By a singular coincidence, this painting in by-gone days once reposed for quite a long time in the home of his grandfather, where Henner himself was born. An architect named Kléber, and destined to become later a famous general, was occupied in building the parish house in one of the neighbouring villages to Bernwiller. Coming by chance to Bernwiller, he saw the painting of St. Sebastian, which he found had been greatly impaired by age. He took steps to obtain its restoration and, while waiting for the appointed artist to arrive from Strassburg, he had it transferred to the house of Henner's grandfather. It was there that the artist from Strassburg repaired the painting, and it would almost seem as though there were some sort of obscure connection between this fact and the powerful impression which the picture produced upon the mind of little Jean-Jacques, and as though it were a sort of secret bond between the glory of the great warrior and that of the great painter.
A little later, young Henner was sent to attend school at Altkirch. Not however in the capacity of a boarding pupil, for the family did not have the means. Every day he had to cover on foot the two hours' journey, in order to reach school, and the same to return. But the child possessed the sacred fire: the kilometres seemed to him no more than a pleasant walk.
As good luck would have it, the school at Altkirch possessed a drawing-master, named Goutzwiller, an artist of real talent. He quickly divined the possibilities of his new pupil, encouraged him, grounded him, and became a true friend and, in a certain sense, a second father to him.
After three years of study at this school, Henner left Altkirch, in accordance with M. Goutzwiller's advice, in order to go to Strassburg, where he entered the studio of the artist, Guérin. Here it was that he exchanged the pencil for the brush. From his first attempts he manifested a pronounced taste for oppositions of shadow and light, the latter acquiring greater vigour by force of contrast. Henner's first attempt at Strassburg was a copy of Heim's Shepherd, the original of which was burned in 1870, at the time of the fire resulting from the bombardment. But the copy remains, and bears witness to the painter's early love for sombre backgrounds, shot through with shimmerings of light.
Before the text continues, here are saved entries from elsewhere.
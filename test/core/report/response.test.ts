import { describe, expect, test } from 'vitest';
import { responseOf } from '../../../src/core/report/response.ts';
import { exampleSource, isolatedSource } from './example.ts';

describe('[FILE-2] the response file carries the keys of the project-file page', () => {
  const source = exampleSource();
  const response = responseOf(source);

  test('modes, runs and envelope under their names, ground up', () => {
    expect(Object.keys(response)).toEqual(['format', 'version', 'modes', 'runs', 'envelope']);
    expect(response).toMatchObject({ format: 'swaybook-response', version: 1 });
    expect(response.modes).toHaveLength(3);
    for (const mode of response.modes) {
      expect(Object.keys(mode).sort()).toEqual([
        'effectiveMass',
        'effectiveMassRatio',
        'participation',
        'period',
        'shape',
      ]);
      expect(mode.shape.at(-1)).toBe(1);
    }
    const [run] = response.runs;
    expect(Object.keys(run).sort()).toEqual([
      'base',
      'completed',
      'energy',
      'floors',
      'method',
      'motion',
      'step',
      'stepError',
      'steps',
      'storeys',
    ]);
    expect(run).toMatchObject({ motion: 'A', step: 0.01, completed: true, stepError: 0.004 });
    expect(response.runs[1].stepError).toBeNull();
    expect(Object.keys(run.storeys[0]).sort()).toEqual([
      'dissipated',
      'peakDrift',
      'peakDriftRatio',
      'peakOverturning',
      'peakShear',
      'peakTime',
      'residualDrift',
    ]);
    expect(Object.keys(run.floors[0]).sort()).toEqual(['peakAcceleration', 'peakDisplacement', 'peakVelocity']);
    expect(run.base).toEqual({
      peakShear: run.storeys[0].peakShear,
      peakOverturning: run.storeys[0].peakOverturning,
    });
    // Ground up: floor 1 moves with storey 1 alone.
    expect(run.floors[0].peakDisplacement).toBe(run.storeys[0].peakDrift);
  });

  test('the ratio is factor x measure / limit, and the governing motion is the one with the largest value', () => {
    response.envelope.storeys.forEach((storey, i) => {
      const ratios = response.runs.map((run) => run.storeys[i].peakDriftRatio);
      const largest = Math.max(...ratios);
      expect(storey.max).toBe(largest);
      expect(storey.governing).toBe(response.runs[ratios.indexOf(largest)].motion);
      expect(storey.ratio).toBeCloseTo((1.25 * largest) / 0.02, 12);
      expect(Object.keys(storey.shear)).toEqual(['mean', 'median', 'max', 'governing']);
    });
    expect(response.envelope).toMatchObject({ measure: 'max', factor: 1.25, leftOut: ['C'] });
    expect(response.envelope).not.toHaveProperty('incomplete');
  });

  test('survives JSON without losing a digit', () => {
    expect(JSON.parse(JSON.stringify(response))).toEqual(response);
  });
});

test('[FILE-2] a suite with a run that ended early has no statistics and says which run', () => {
  const { envelope, runs } = responseOf(exampleSource({ strength: 100 }));
  const [first] = runs;
  expect(first.completed).toBe(false);
  expect(first.reason?.why).toMatch(/^storey \d lost its stability at \d\.\d\d s/);
  expect(first.reason?.time).toBeGreaterThan(0);
  expect(first.reason?.storey).toBeGreaterThanOrEqual(1);
  expect(envelope.incomplete).toEqual(['A']);
  for (const storey of envelope.storeys) {
    expect(storey).toMatchObject({ mean: null, median: null, max: null, ratio: null, governing: null });
    expect(storey.limit).toBe(0.02);
    expect(storey.shear).toEqual({ mean: null, median: null, max: null, governing: null });
  }
});

describe('[FILE-3] the response of storeys that yield, dampers and an isolator', () => {
  const source = isolatedSource({ limit: 0.25 });
  const response = responseOf(source);
  const [run] = response.runs;
  const computed = source.runs[0].run;

  test('ductility stands where a storey can yield and is absent for elastic ones', () => {
    expect(run.storeys.map(({ ductility }) => ductility)).toEqual([
      ...computed.storeys.ductility.slice(0, 2),
      undefined,
    ]);
    expect(run.storeys[2]).not.toHaveProperty('ductility');
    const [isolator, ground, top] = response.envelope.storeys;
    expect(isolator.ductility?.max).toBe(source.envelope.ductility?.max[0]);
    expect(ground.ductility?.governing).toMatch(/^[AB]$/);
    expect(top).not.toHaveProperty('ductility');
  });

  test('energies of dampers and hysteresis are those of the run', () => {
    expect(run.energy.dampers).toBeGreaterThan(0);
    expect(run.energy.hysteretic).toBeGreaterThan(0);
    const dissipated = run.storeys.reduce((sum, storey) => sum + storey.dissipated, 0);
    expect(dissipated / run.energy.hysteretic).toBeCloseTo(1, 9);
  });

  test('an isolator is compared by its displacement, in m and without the factor on drifts', () => {
    const [isolator, ground] = response.envelope.storeys;
    expect(isolator.limit).toBeNull();
    expect(isolator.ratio).toBeNull();
    const { displacement } = response.envelope.floors[0];
    expect(displacement).toMatchObject({ limit: 0.25, ratio: Number(displacement.max) / 0.25 });
    expect(response.envelope.floors[1].displacement).not.toHaveProperty('limit');
    expect(ground.limit).toBe(0.02);
    expect(ground.ratio).toBeCloseTo((1.25 * Number(ground.max)) / 0.02, 12);
    expect(responseOf(isolatedSource()).envelope.floors[0].displacement).toMatchObject({ limit: null, ratio: null });
  });

  test('survives JSON without losing a digit', () => expect(JSON.parse(JSON.stringify(response))).toEqual(response));

  test('a collapse names storey, time and why, and leaves no statistic', () => {
    const stopped = responseOf(isolatedSource({ limit: 0.25, strength: 40 }));
    expect(stopped.runs[0].completed).toBe(false);
    expect(stopped.runs[0].reason?.storey).toBeGreaterThanOrEqual(1);
    expect(stopped.runs[0].reason?.why).toMatch(/^storey \d lost its stability/);
    expect(stopped.envelope.incomplete).toContain('A');
    const none = { mean: null, median: null, max: null, governing: null };
    expect(stopped.envelope.storeys[0]).toMatchObject({ ...none, limit: null, ratio: null, ductility: none });
    expect(stopped.envelope.floors[0].displacement).toEqual({ ...none, limit: 0.25, ratio: null });
  });
});

test('[FILE-2] a step that does not converge is named with its storey', () => {
  const source = isolatedSource();
  const [first, second] = source.runs;
  const ending = { status: 'not-converged', storey: 1, time: 2.35 } as const;
  const { runs } = responseOf({ ...source, runs: [{ ...first, run: { ...first.run, ending } }, second] });
  expect(runs[0].reason).toEqual({
    storey: 2,
    time: 2.35,
    why: 'storey 2 found no equilibrium at 2.35 s, however short the step',
  });
});
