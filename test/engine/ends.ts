import { MessageChannel, Worker } from 'node:worker_threads';
import { jobs } from '../../src/engine/job.ts';
import type { Endpoint, FromWorker, ToWorker } from '../../src/engine/protocol.ts';
import type { Turns } from '../../src/engine/turns.ts';

/** Node empties a message port in one go, so a port that posts to itself would keep the others waiting: here a turn is an immediate. */
export function immediateTurns(): Turns {
  let open = true;
  return {
    next: (task) => void setImmediate(() => open && task()),
    close() {
      open = false;
    },
  };
}

/** An endpoint over a bare message channel on this thread, whose far side the test writes, and can break. */
export interface Fake extends Endpoint {
  readonly received: ToWorker[];
  readonly ended: boolean;
  die(why: string): void;
}

/**
 * @param far  makes the far side: given a way to answer, returns what it does with each message; absent: the real jobs
 */
export function fakeEnd(far?: (answer: (message: FromWorker) => void) => (message: ToWorker) => void): Fake {
  const { port1, port2 } = new MessageChannel();
  const turns = immediateTurns();
  const received: ToWorker[] = [];
  let died: (why: string) => void = () => {};
  let ended = false;
  const answer = (message: FromWorker, transfer: Transferable[] = []) =>
    port2.postMessage(message, transfer as ArrayBuffer[]);
  const receive = far ? far(answer) : jobs(answer, turns);
  port2.on('message', (message: ToWorker) => {
    received.push(message);
    receive(message);
  });
  return {
    received,
    get ended() {
      return ended;
    },
    post: (message, transfer) => port1.postMessage(message, transfer as ArrayBuffer[]),
    listen(hear) {
      port1.on('message', hear);
      answer({ kind: 'ready' });
    },
    onDeath(call) {
      died = call;
    },
    end() {
      ended = true;
      turns.close();
      port1.close();
    },
    die: (why) => died(why),
  };
}

/** A real thread of Node running the worker's code. */
export function threadEnd(): Endpoint & { readonly worker: Worker } {
  const worker = new Worker(new URL('./thread.mjs', import.meta.url));
  return {
    worker,
    post: (message, transfer) => worker.postMessage(message, transfer as ArrayBuffer[]),
    listen(hear) {
      worker.on('message', hear);
    },
    onDeath(died) {
      worker.on('error', (error) => died(error.message));
    },
    end() {
      void worker.terminate();
    },
  };
}
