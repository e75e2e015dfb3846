import { describe, expect, test } from 'vitest';
import { historiesTable } from '../../../src/core/report/histories.ts';
import type { Cell, Table } from '../../../src/core/report/table.ts';
import { tablesOf } from '../../../src/core/report/tables.ts';
import { exampleSource } from './example.ts';

const source = exampleSource();
const tables = tablesOf(source);
const { runs, envelope, prepared } = source;

function tableOf(id: string, among: readonly Table[] = tables): Table {
  const found = among.find((table) => table.id === id);
  if (found === undefined) throw new Error(`no table ${id}`);
  return found;
}

function cells(id: string, key: string, among?: readonly Table[]): readonly Cell[] {
  const found = tableOf(id, among).columns.find((column) => column.key === key);
  if (found === undefined) throw new Error(`no column ${key} in ${id}`);
  return found.values;
}

describe('[TAB-1] every table', () => {
  test.each(tables.map((table) => [table.id, table] as const))(
    '%s has equal columns and its own keys',
    (id, { columns }) => {
      expect(id).toMatch(/^[a-z-]+$/);
      expect(new Set(columns.map(({ values }) => values.length)).size).toBe(1);
      expect(new Set(columns.map(({ key }) => key)).size).toBe(columns.length);
      expect(new Set(columns.map(({ name }) => name)).size).toBe(columns.length);
      expect(columns[0].values.length).toBeGreaterThan(0);
      for (const { quantity, values } of columns) {
        for (const value of values) {
          if (value !== null) expect(typeof value).toBe(quantity === 'text' ? 'string' : 'number');
        }
      }
    },
  );

  test('has an id of its own', () => {
    expect(new Set(tables.map(({ id }) => id)).size).toBe(tables.length);
  });
});

test('[TAB-2] the storey table shows the roof first, drift as computed and as compared', () => {
  expect(cells('storey-response', 'storey')).toEqual([3, 2, 1]);
  expect(cells('storey-response', 'name')).toEqual(['Plant', 'Wards', 'Entrance']);
  expect(cells('storey-response', 'driftRatioMax')).toEqual([...(envelope.drift?.max ?? [])].reverse());
  expect(cells('storey-response', 'ofLimit')).toEqual([...(envelope.ratio ?? [])].reverse());
  const compared = cells('storey-response', 'comparedDriftRatio').map(Number);
  const computed = cells('storey-response', 'driftRatioMax').map(Number);
  compared.forEach((value, row) => {
    expect(value).toBeCloseTo(1.25 * computed[row], 14);
    expect(value / 0.02).toBeCloseTo(Number(cells('storey-response', 'ofLimit')[row]), 12);
  });
  expect(cells('storey-response', 'shearGoverning')).toEqual(
    [2, 1, 0].map((i) => envelope.motions[envelope.shear?.governing[i] ?? -1]),
  );
});

test('[TAB-2] the floor table stands on running levels', () => {
  expect(cells('floor-response', 'level').map((level) => Number(level).toFixed(9))).toEqual([
    '11.400000000',
    '7.800000000',
    '4.200000000',
  ]);
  expect(cells('floor-response', 'displacementMean')).toEqual([...(envelope.displacement?.mean ?? [])].reverse());
});

test('[TAB-2] the table by motion has a block of rows a motion', () => {
  expect(cells('storey-response-by-motion', 'motion')).toEqual(['A', 'A', 'A', 'B', 'B', 'B']);
  expect(cells('storey-response-by-motion', 'storey')).toEqual([3, 2, 1, 3, 2, 1]);
  expect(cells('storey-response-by-motion', 'peakShear')).toEqual(
    runs.flatMap(({ run }) => [...run.storeys.peakShear].reverse()),
  );
  expect(cells('floor-response-by-motion', 'peakAcceleration')).toEqual(
    runs.flatMap(({ run }) => [...run.floors.peakAcceleration].reverse()),
  );
});

test('[TAB-2] modes come with the damping that each really has, and their masses add up', () => {
  expect(cells('modal-properties', 'damping')).toEqual([...prepared.dampingRatios]);
  expect(cells('modal-properties', 'cumulativeMassRatio').at(-1)).toBeCloseTo(1, 12);
  expect(cells('mode-shapes', 'mode1')[0]).toBe(1);
});

test('[TAB-2] inputs name the gravity load in force, the motions left out and the scheme', () => {
  expect(cells('storeys', 'gravity')).toEqual([310_000 * 9.80665, 3.9e6, 412_000 * 9.80665]);
  expect(cells('motions', 'used')).toEqual(['yes', 'yes', 'no']);
  expect(cells('motions', 'reason')).toEqual([null, null, 'no site match']);
  expect(cells('motions', 'scaledPeak')[1]).toBe(cells('motions', 'peak')[1]);
  expect(cells('motions', 'scaledPeak')[2]).toBeNull();
  expect(cells('analysis', 'method')).toEqual(['average acceleration (Newmark)']);
  expect(cells('analysis', 'damping')).toEqual(['Rayleigh, 5 % in mode 1 and 4 % in mode 2']);
  expect(cells('analysis', 'limitSource')).toEqual(['clause 4.2 of the brief']);
});

test('[TAB-3] a suite with a run that ended early prints no statistic and no ratio', () => {
  const stopped = tablesOf(exampleSource({ strength: 100 }));
  for (const key of ['driftRatioMean', 'comparedDriftRatio', 'ofLimit', 'shearMax', 'driftRatioGoverning']) {
    expect(cells('storey-response', key, stopped)).toEqual([null, null, null]);
  }
  expect(cells('energy', 'ending', stopped)[0]).toMatch(/^storey \d passed the drift/);
  expect(cells('storey-response-by-motion', 'completed', stopped)).toEqual(['no', 'no', 'no', 'yes', 'yes', 'yes']);
});

test('[TAB-4] histories have a row a step and agree with the peaks', () => {
  const [{ motion, run }] = exampleSource({ histories: true }).runs;
  const table = historiesTable(motion, run);
  const column = (key: string) => cells('histories', key, [table]).map(Number);
  expect(column('time')).toHaveLength(run.steps + 1);
  expect(column('time').at(-1)).toBeCloseTo(run.steps * run.step, 12);
  expect(column('time')[3]).toBe(0.03);
  const largest = (values: number[]) => Math.max(...values.map(Math.abs));
  expect(largest(column('displacement3'))).toBe(run.floors.peakDisplacement[2]);
  expect(largest(column('shear1'))).toBeCloseTo(run.storeys.peakShear[0], 6);
  expect(largest(column('acceleration2'))).toBe(run.floors.peakAcceleration[1]);
  expect(column('input').at(-1)).toBe(run.energy.input);
  expect(() => historiesTable('A', runs[0].run)).toThrow(RangeError);
});
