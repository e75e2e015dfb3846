import fc from 'fast-check';
import { describe, expect, test } from 'vitest';
import { type CsvOptions, csvOf, PLAIN_CSV } from '../../../src/core/report/csv.ts';
import type { Column, Table } from '../../../src/core/report/table.ts';
import { tablesOf } from '../../../src/core/report/tables.ts';
import { fromDisplay } from '../../../src/core/units/quantities.ts';
import { exampleSource } from './example.ts';

function tableOf(...columns: Partial<Column>[]): Table {
  return {
    id: 'trial',
    title: 'Trial',
    columns: columns.map((column) => ({ key: 'key', name: 'Name', quantity: 'text', values: [], ...column })),
  };
}

/** A plain reader of RFC 4180 text, written from its grammar: it knows nothing of how ours is written. */
function readCsv(text: string, separator: string): string[][] {
  const rows: string[][] = [];
  let row: string[] = [];
  let at = 0;
  while (at < text.length) {
    let cell = '';
    if (text[at] === '"') {
      at++;
      while (text[at] !== '"' || text[at + 1] === '"') {
        if (at >= text.length) throw new Error('a quote is not closed');
        if (text[at] === '"') at++;
        cell += text[at++];
      }
      at++;
    } else {
      while (at < text.length && text[at] !== separator && !text.startsWith('\r\n', at)) cell += text[at++];
    }
    row.push(cell);
    if (text[at] === separator) {
      at++;
    } else if (text.startsWith('\r\n', at)) {
      at += 2;
      rows.push(row);
      row = [];
    } else {
      throw new Error(`neither separator nor line end at ${at}`);
    }
  }
  return rows;
}

const COMMA: CsvOptions = { separator: ',', decimal: '.', system: 'base' };
const SEMICOLON: CsvOptions = { separator: ';', decimal: ',', system: 'base' };

// Source of the form: RFC 4180, section 2, rules 1 to 7.
describe('[CSV-1] the text is that of RFC 4180', () => {
  test('rows end in CRLF, cells are quoted only where they need it', () => {
    const table = tableOf({ name: 'Name, first', values: ['plain', 'a "b"', 'two\r\nlines', null] });
    expect(csvOf(table, COMMA)).toBe('"Name, first"\r\nplain\r\n"a ""b"""\r\n"two\r\nlines"\r\n\r\n');
  });

  test('any words come back as they were, with an apostrophe before what would be run', () => {
    const words = fc.array(fc.tuple(fc.string({ unit: 'binary' }), fc.string()), { minLength: 1 });
    const harmless = (text: string) =>
      [...'=+-@\t\r\n＝＋－＠'].some((start) => text.startsWith(start)) ? `'${text}` : text;
    fc.assert(
      fc.property(words, fc.constantFrom(COMMA, SEMICOLON), (rows, options) => {
        const table = tableOf({ values: rows.map(([a]) => a) }, { key: 'b', values: rows.map(([, b]) => b) });
        const read = readCsv(csvOf(table, options), options.separator).slice(1);
        expect(read).toEqual(rows.map((row) => row.map(harmless)));
      }),
      { examples: [[[['', "'="]], COMMA]] },
    );
  });
});

describe('[CSV-2] no cell is run as a formula', () => {
  test.each(['=1+1', '+1', '-1', '@sum', '\tx', '\rx', '=HYPERLINK("x")', '＝1+1'])('%j gets an apostrophe', (text) => {
    const [[head], [cell]] = readCsv(csvOf(tableOf({ name: text, values: [text] }), COMMA), ',');
    expect(head).toBe(`'${text}`);
    expect(cell).toBe(`'${text}`);
  });

  test('numbers are left alone, negative ones too', () => {
    expect(csvOf(tableOf({ quantity: 'force', values: [-12.5, 3] }), COMMA)).toBe('Name [N]\r\n-12.5\r\n3\r\n');
  });
});

describe('[CSV-3] numbers keep their precision', () => {
  test('coherent SI reads back to the same number', () => {
    fc.assert(
      fc.property(fc.double({ noNaN: true, noDefaultInfinity: true }), (value) => {
        const [, [cell]] = readCsv(csvOf(tableOf({ quantity: 'stiffness', values: [value] }), PLAIN_CSV), ',');
        expect(Number(cell)).toBe(value === 0 ? 0 : value);
      }),
    );
  });

  test.each(['si', 'us'] as const)('display units (%s) read back within 1e-11', (system) => {
    fc.assert(
      fc.property(fc.double({ min: 1e-6, max: 1e12, noNaN: true }), (value) => {
        const text = csvOf(tableOf({ quantity: 'force', values: [value] }), { ...SEMICOLON, system });
        const [, [cell]] = readCsv(text, ';');
        expect(cell).not.toContain('.');
        const back = fromDisplay(Number(cell.replace(',', '.')), 'force', system);
        expect(Math.abs(back - value)).toBeLessThanOrEqual(1e-11 * value);
      }),
    );
  });

  test('none and what is not finite are empty', () => {
    expect(csvOf(tableOf({ quantity: 'time', values: [null, Number.NaN, Number.POSITIVE_INFINITY] }), COMMA)).toBe(
      'Name [s]\r\n\r\n\r\n\r\n',
    );
  });
});

test('[CSV-4] every head of a number carries its unit, in each system', () => {
  for (const system of ['base', 'si', 'us'] as const) {
    for (const table of tablesOf(exampleSource())) {
      const [heads] = readCsv(csvOf(table, { ...COMMA, system }), ',');
      table.columns.forEach(({ quantity }, c) => {
        if (quantity === 'text' || quantity === 'count') expect(heads[c]).not.toContain('[');
        else expect(heads[c]).toMatch(/ \[\S.*\]$/);
      });
    }
  }
  const heads = (system: CsvOptions['system']) =>
    csvOf(tableOf({ name: 'Weight', quantity: 'weight', values: [1000] }), { ...COMMA, system }).split('\r\n');
  expect(heads('base')).toEqual(['Mass [kg]', '1000', '']);
  expect(heads('si')).toEqual(['Weight [kN]', '9.80665', '']);
});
During his vacations, which were passed at Bernwiller, Henner paid numerous visits to Basle and to Colmar, where he went for the purpose of studying the old German masters, Holbein, Schongauer, and Dürer. Holbein especially delighted and inspired him: he loved his honest, firm, frank line-work, no less than he appreciated the spirit of poetry with which the early master imbued all his models. What a schooling for a painter really enamoured of his art! In this ardent study of Holbein, Henner confirmed the opinion, that had already taken shape in his mind, that there is no good painting where there is not good drawing, and that no one has the right to claim to be a painter if he cannot lay his colours upon a solidly built foundation. The craftsman must always precede the artist.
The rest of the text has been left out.